The American Joint Committee on Cancer (AJCC)/International Union Against Cancer (UICC) TNM staging system is a tool to stage cancer according to the anatomic extent of disease [3,4,5,6,7,8]. Staging helps stratifying patients into treatment- and prognostic groups. The first joint edition of the AJCC/UICC TNM system was published in 1987. Over time, advances in diagnostics and treatment, as well as understanding the prognosis, resulted in various changes.

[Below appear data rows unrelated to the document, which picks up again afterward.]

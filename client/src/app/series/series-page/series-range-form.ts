import { ChangeDetectionStrategy, Component, effect, inject, input, output } from '@angular/core';
import { AbstractControl, NonNullableFormBuilder, ReactiveFormsModule, ValidationErrors, Validators } from '@angular/forms';
import { MatButtonModule } from '@angular/material/button';
import { MatFormFieldModule } from '@angular/material/form-field';
import { MatInputModule } from '@angular/material/input';

import { parseUtcDay } from '../series-range';

function utcDayValidator(control: AbstractControl<string>): ValidationErrors | null {
  return control.value === '' || parseUtcDay(control.value) !== null ? null : { utcDay: true };
}

function orderedDaysValidator(group: AbstractControl): ValidationErrors | null {
  const fromMs = parseUtcDay(group.get('fromDay')?.value ?? '');
  const toMs = parseUtcDay(group.get('toDay')?.value ?? '');
  return fromMs !== null && toMs !== null && toMs < fromMs ? { daysReversed: true } : null;
}

/** Typed UTC days for the detail plot; it shows the plot's range as the brush and zoom move it. */
@Component({
  selector: 'isl-series-range-form',
  imports: [ReactiveFormsModule, MatFormFieldModule, MatInputModule, MatButtonModule],
  template: `
    <form [formGroup]="form" (ngSubmit)="showDays()" class="isl-form-row">
      <mat-form-field subscriptSizing="dynamic" class="day">
        <mat-label>From (UTC day)</mat-label>
        <input matInput formControlName="fromDay" placeholder="2026-03-02" data-testid="series-from" />
        @if (form.controls.fromDay.hasError('utcDay')) {
          <mat-error>YYYY-MM-DD</mat-error>
        }
      </mat-form-field>
      <mat-form-field subscriptSizing="dynamic" class="day">
        <mat-label>To (UTC day, included)</mat-label>
        <input matInput formControlName="toDay" placeholder="2026-03-09" data-testid="series-to" />
        @if (form.controls.toDay.hasError('utcDay')) {
          <mat-error>YYYY-MM-DD</mat-error>
        }
      </mat-form-field>
      <button mat-stroked-button type="submit" data-testid="series-show">Show</button>
      @if (form.hasError('daysReversed')) {
        <span class="isl-inline-error">The last day comes before the first.</span>
      }
    </form>
  `,
  styles: `.day { width: 170px; }`,
  changeDetection: ChangeDetectionStrategy.OnPush,
})
export class SeriesRangeForm {
  /** The plot's range, epoch ms, shown as its UTC days while the form is not being edited. */
  readonly viewMs = input<readonly [number, number] | null>(null);
  readonly daysChosen = output<{ fromDay: string; toDay: string }>();

  protected readonly form = inject(NonNullableFormBuilder).group(
    { fromDay: ['', [Validators.required, utcDayValidator]], toDay: ['', [Validators.required, utcDayValidator]] },
    { validators: orderedDaysValidator },
  );

  constructor() {
    effect(() => {
      const view = this.viewMs();
      if (!view || this.form.dirty) return;
      this.form.setValue({ fromDay: new Date(view[0]).toISOString().slice(0, 10), toDay: new Date(view[1]).toISOString().slice(0, 10) }, { emitEvent: false });
    });
  }

  protected showDays(): void {
    if (this.form.invalid) {
      this.form.markAllAsTouched();
      return;
    }
    this.daysChosen.emit(this.form.getRawValue());
    this.form.markAsPristine();
  }
}
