import { provideHttpClient, withInterceptors } from '@angular/common/http';
import { HttpTestingController, provideHttpClientTesting, type TestRequest } from '@angular/common/http/testing';
import { TestBed, type ComponentFixture } from '@angular/core/testing';
import { provideRouter } from '@angular/router';
import type { SeriesQueryResponse, StationCoverage } from '@shared/api/series-query';

import { httpErrorInterceptor } from '../../core/http/http-error-interceptor';
import { SeriesPage } from './series-page';

// The page pulls in Material selects, both plots and the derived panel: the first render takes seconds.
jest.setTimeout(30_000);

const STATION_ID = '11111111-1111-4111-8111-111111111111';
const STATION = { id: STATION_ID, code: 'KRO', name: 'Kestrel Ridge', latitude: 54.6, longitude: -2.9, elevationM: 412, timeZone: 'UTC', wigosId: null, barometerHeightM: 413.2, timeStandard: 'utc', historyNotes: '', version: 1 };
const COVERAGE: StationCoverage = {
  stationId: STATION_ID,
  version: 3,
  builtAt: '2026-03-10T00:00:00.000Z',
  first: '2026-03-02T00:00:00.000Z',
  last: '2026-03-08T23:00:00.000Z',
  pointCount: 168,
  chartCount: 1,
  chartStates: { traced: 1 },
  months: [{ month: '2026-03', pointCount: 168, flaggedShare: 0, minHpa: 990, maxHpa: 1004, chartCount: 1, chartStates: { traced: 1 } }],
};

function answer(stations: SeriesQueryResponse['stations'][number]['points']): SeriesQueryResponse {
  return {
    from: COVERAGE.first as string,
    to: COVERAGE.last as string,
    step: 'raw',
    aggregate: null,
    flags: ['ok'],
    stations: [{ stationId: STATION_ID, stationCode: 'KRO', stationName: 'Kestrel Ridge', version: 3, builtAt: COVERAGE.builtAt, points: stations }],
  };
}

const POINTS = Array.from({ length: 24 }, (_, hour) => ({
  time: new Date(Date.UTC(2026, 2, 4, hour)).toISOString(),
  pressureHpa: 1000 + hour / 10,
  flag: 'ok' as const,
  uncertaintyHpa: 0.3,
  inkLineId: '22222222-2222-4222-8222-222222222222',
}));

describe('SeriesPage', () => {
  let controller: HttpTestingController;
  let fixture: ComponentFixture<SeriesPage>;

  beforeEach(async () => {
    jest.useFakeTimers();
    TestBed.configureTestingModule({
      providers: [provideRouter([]), provideHttpClient(withInterceptors([httpErrorInterceptor])), provideHttpClientTesting()],
    });
    controller = TestBed.inject(HttpTestingController);
    fixture = TestBed.createComponent(SeriesPage);
    fixture.detectChanges();
    controller.expectOne((request) => request.url === '/api/stations').flush({ items: [STATION], total: 1, page: 0, pageSize: 200 });
    fixture.componentInstance['picks'].controls.stationId.setValue(STATION_ID);
    fixture.detectChanges();
    controller.expectOne(`/api/stations/${STATION_ID}/coverage`).flush(COVERAGE);
    fixture.detectChanges();
    // The overview asks for the whole record by day.
    const overview = controller.expectOne((request) => request.url === '/api/series/query' && request.params.get('step') === 'daily');
    overview.flush({ ...answer([]), step: 'daily' });
    fixture.detectChanges();
  });

  afterEach(() => {
    fixture.destroy();
    jest.useRealTimers();
  });

  /** The detail plot's request, once the view has settled (the page waits 150 ms for a zoom to pause). */
  function detailRequest(): TestRequest {
    jest.advanceTimersByTime(200);
    return controller.expectOne((request) => request.url === '/api/series/query' && request.params.get('step') !== 'daily');
  }

  const element = () => fixture.nativeElement as HTMLElement;
  const byTestId = (testId: string) => element().querySelector(`[data-testid="${testId}"]`);

  it('when the station is chosen, then the coverage shows and the detail plot asks for the whole record at the step it fits', () => {
    const request = detailRequest();

    expect(byTestId('coverage-summary')?.textContent).toContain('168 points in 1 month');
    expect(request.request.params.get('stationId')).toBe(STATION_ID);
    // A week of data: every traced point (docs: the step for a range, plot-math/detail-step.ts).
    expect(request.request.params.get('step')).toBe('raw');
    request.flush(answer(POINTS));
  });

  it('when the range holds no points, then the page says so and offers nothing to download', () => {
    detailRequest().flush(answer([]));
    fixture.detectChanges();

    expect(byTestId('series-empty')?.textContent).toContain('No points in this range');
    expect(byTestId('series-download')).toBeNull();
    expect(byTestId('series-download-netcdf')).toBeNull();
    expect(byTestId('series-download-json')).toBeNull();
  });

  it('when points come back, then the plot draws them and the three downloads are offered', () => {
    detailRequest().flush(answer(POINTS));
    fixture.detectChanges();

    expect(byTestId('series-plot')?.getAttribute('data-point-count')).toBe('24');
    expect(byTestId('series-line')?.getAttribute('d')).toMatch(/^M/);
    expect(byTestId('series-download')).not.toBeNull();
    expect(byTestId('series-download-netcdf')).not.toBeNull();
    expect(byTestId('series-download-json')).not.toBeNull();
  });

  it('when a later request fails, then the old plot is cleared and the error says what went wrong', async () => {
    detailRequest().flush(answer(POINTS));
    fixture.detectChanges();
    // Two months want hourly means: the raw week loaded cannot serve them, so the page asks again.
    fixture.componentInstance['showRange']([Date.UTC(2026, 1, 1), Date.UTC(2026, 3, 1)]);
    fixture.detectChanges();

    detailRequest().flush(
      { error: { code: 'series_range_too_large', message: 'At step raw, one station may span at most 694 days; ask for step hourly or a shorter range.', details: {} } },
      { status: 400, statusText: 'Bad Request' },
    );
    // The error interceptor reads the body through a promise: let it settle.
    for (let turn = 0; turn < 5; turn++) await Promise.resolve();
    fixture.detectChanges();

    expect(byTestId('series-failure')?.textContent).toContain('ask for step hourly');
    expect(byTestId('series-plot')).toBeNull();
    expect(byTestId('series-download')).toBeNull();
  });
});
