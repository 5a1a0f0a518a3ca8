import { DOCUMENT } from '@angular/common';
import { ChangeDetectionStrategy, Component, computed, DestroyRef, inject, signal } from '@angular/core';
import { takeUntilDestroyed, toSignal } from '@angular/core/rxjs-interop';
import { AbstractControl, NonNullableFormBuilder, ReactiveFormsModule, ValidationErrors, Validators } from '@angular/forms';
import { MatButtonModule } from '@angular/material/button';
import { MatFormFieldModule } from '@angular/material/form-field';
import { MatIconModule } from '@angular/material/icon';
import { MatInputModule } from '@angular/material/input';
import { MatProgressBarModule } from '@angular/material/progress-bar';
import { MatSelectModule } from '@angular/material/select';
import type { SeriesResponse } from '@shared/api/series';
import { catchError, map, of } from 'rxjs';

import { StationsApi } from '../../core/api/stations-api';
import { ApiError } from '../../core/http/api-error';
import { saveBlob } from '../../shared/object-url/object-url';
import { PressurePlot } from '../../shared/pressure-plot/pressure-plot';
import { SeriesApi } from '../series-api';
import { parseUtcDay, rangeInstantsMs, seriesCsvFileName, type SeriesRange } from '../series-range';

function utcDayValidator(control: AbstractControl<string>): ValidationErrors | null {
  return control.value === '' || parseUtcDay(control.value) !== null ? null : { utcDay: true };
}

function orderedDaysValidator(group: AbstractControl): ValidationErrors | null {
  const fromMs = parseUtcDay(group.get('fromDay')?.value ?? '');
  const toMs = parseUtcDay(group.get('toDay')?.value ?? '');
  return fromMs !== null && toMs !== null && toMs < fromMs ? { daysReversed: true } : null;
}

/** The station series of one station over chosen UTC days: plot with its uncertainty band, point and ink-line counts, CSV download. */
@Component({
  selector: 'isl-series-page',
  imports: [ReactiveFormsModule, MatFormFieldModule, MatInputModule, MatSelectModule, MatButtonModule, MatIconModule, MatProgressBarModule, PressurePlot],
  templateUrl: './series-page.html',
  styleUrl: './series-page.scss',
  changeDetection: ChangeDetectionStrategy.OnPush,
})
export class SeriesPage {
  private readonly seriesApi = inject(SeriesApi);
  private readonly destroyRef = inject(DestroyRef);
  private readonly document = inject(DOCUMENT);

  protected readonly stations = toSignal(inject(StationsApi).listForSelect().pipe(map((page) => page.items), catchError(() => of([]))), { initialValue: [] });
  protected readonly form = inject(NonNullableFormBuilder).group(
    {
      stationId: ['', Validators.required],
      fromDay: ['', [Validators.required, utcDayValidator]],
      toDay: ['', [Validators.required, utcDayValidator]],
    },
    { validators: orderedDaysValidator },
  );
  /** The range whose series is on screen. */
  private readonly shownRange = signal<SeriesRange | null>(null);
  protected readonly series = signal<SeriesResponse | null>(null);
  protected readonly isLoading = signal(false);
  protected readonly failure = signal<string | null>(null);
  protected readonly isDownloading = signal(false);
  protected readonly sourceCountText = computed(() => {
    const count = this.series()?.sourceCount ?? 0;
    return `merged from ${count} ink ${count === 1 ? 'line' : 'lines'}`;
  });
  protected readonly timeDomainMs = computed(() => {
    const range = this.shownRange();
    return range ? rangeInstantsMs(range) : undefined;
  });

  protected showSeries(): void {
    if (this.form.invalid) {
      this.form.markAllAsTouched();
      return;
    }
    const range = this.form.getRawValue();
    this.isLoading.set(true);
    this.failure.set(null);
    this.seriesApi
      .get(range)
      .pipe(takeUntilDestroyed(this.destroyRef))
      .subscribe({
        next: (series) => {
          this.isLoading.set(false);
          this.shownRange.set(range);
          this.series.set(series);
        },
        error: (error: unknown) => {
          this.isLoading.set(false);
          this.failure.set(error instanceof ApiError ? error.message : 'The series could not be loaded.');
        },
      });
  }

  protected downloadCsv(): void {
    const range = this.shownRange();
    if (range === null) return;
    const code = this.stations().find((station) => station.id === range.stationId)?.code ?? range.stationId;
    this.isDownloading.set(true);
    this.seriesApi
      .getCsv(range)
      .pipe(takeUntilDestroyed(this.destroyRef))
      .subscribe({
        next: (blob) => {
          this.isDownloading.set(false);
          saveBlob(blob, seriesCsvFileName(code, range.fromDay, range.toDay), this.document);
        },
        error: (error: unknown) => {
          this.isDownloading.set(false);
          this.failure.set(error instanceof ApiError ? error.message : 'The CSV could not be downloaded.');
        },
      });
  }
}
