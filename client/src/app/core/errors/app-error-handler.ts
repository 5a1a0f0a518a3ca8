import { ErrorHandler, inject, Injectable, Injector } from '@angular/core';
import { MatSnackBar } from '@angular/material/snack-bar';

import { ApiError } from '../http/api-error';

/** Logs every uncaught error; tells the person only when reloading might help. */
@Injectable()
export class AppErrorHandler implements ErrorHandler {
  // Looked up lazily: the handler is built before the overlay container exists.
  private readonly injector = inject(Injector);

  handleError(error: unknown): void {
    console.error(error);
    // ApiErrors were already shown by the interceptor or by the screen that made the call.
    if (error instanceof ApiError) return;
    this.injector.get(MatSnackBar).open('Something went wrong on this page. Reload to try again.', 'Dismiss', { duration: 8000 });
  }
}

The 8th edition represents the most significant changes to OSCC staging since the first edition of the AJCC Staging Manual: an important prognostic factor in OSCC turned out to be the depth of invasion (DOI) of the primary tumor (Fig. 1). Deep invading tumors are consistently associated with higher risk of occult and clinically apparent nodal metastasis [9, 10]. This led to the integration of DOI in the 8th edition of the TNM system [7, 11,12,13,14]. The previous 7th edition was solely based on tumor diameter (TD) to classify T1 to T3 tumors, whereas in the 8th edition both TD and DOI lead to a specific T-classification [6, 15,16,17,18]. Furthermore, in 8th edition T4a no longer incorporates extrinsic muscle involvement, which is taken to account in the depth of invasion in T stages 1–3 [19]. After the first release in 2017, UICC/AJCC introduced two further modifications. In the first, a DOI > 20 mm was added to stage a tumor as pT4a. In the second revision, tumors larger than 4 cm and with DOI > 10 mm were shifted to pT4a (Supplemental Table 1). [20]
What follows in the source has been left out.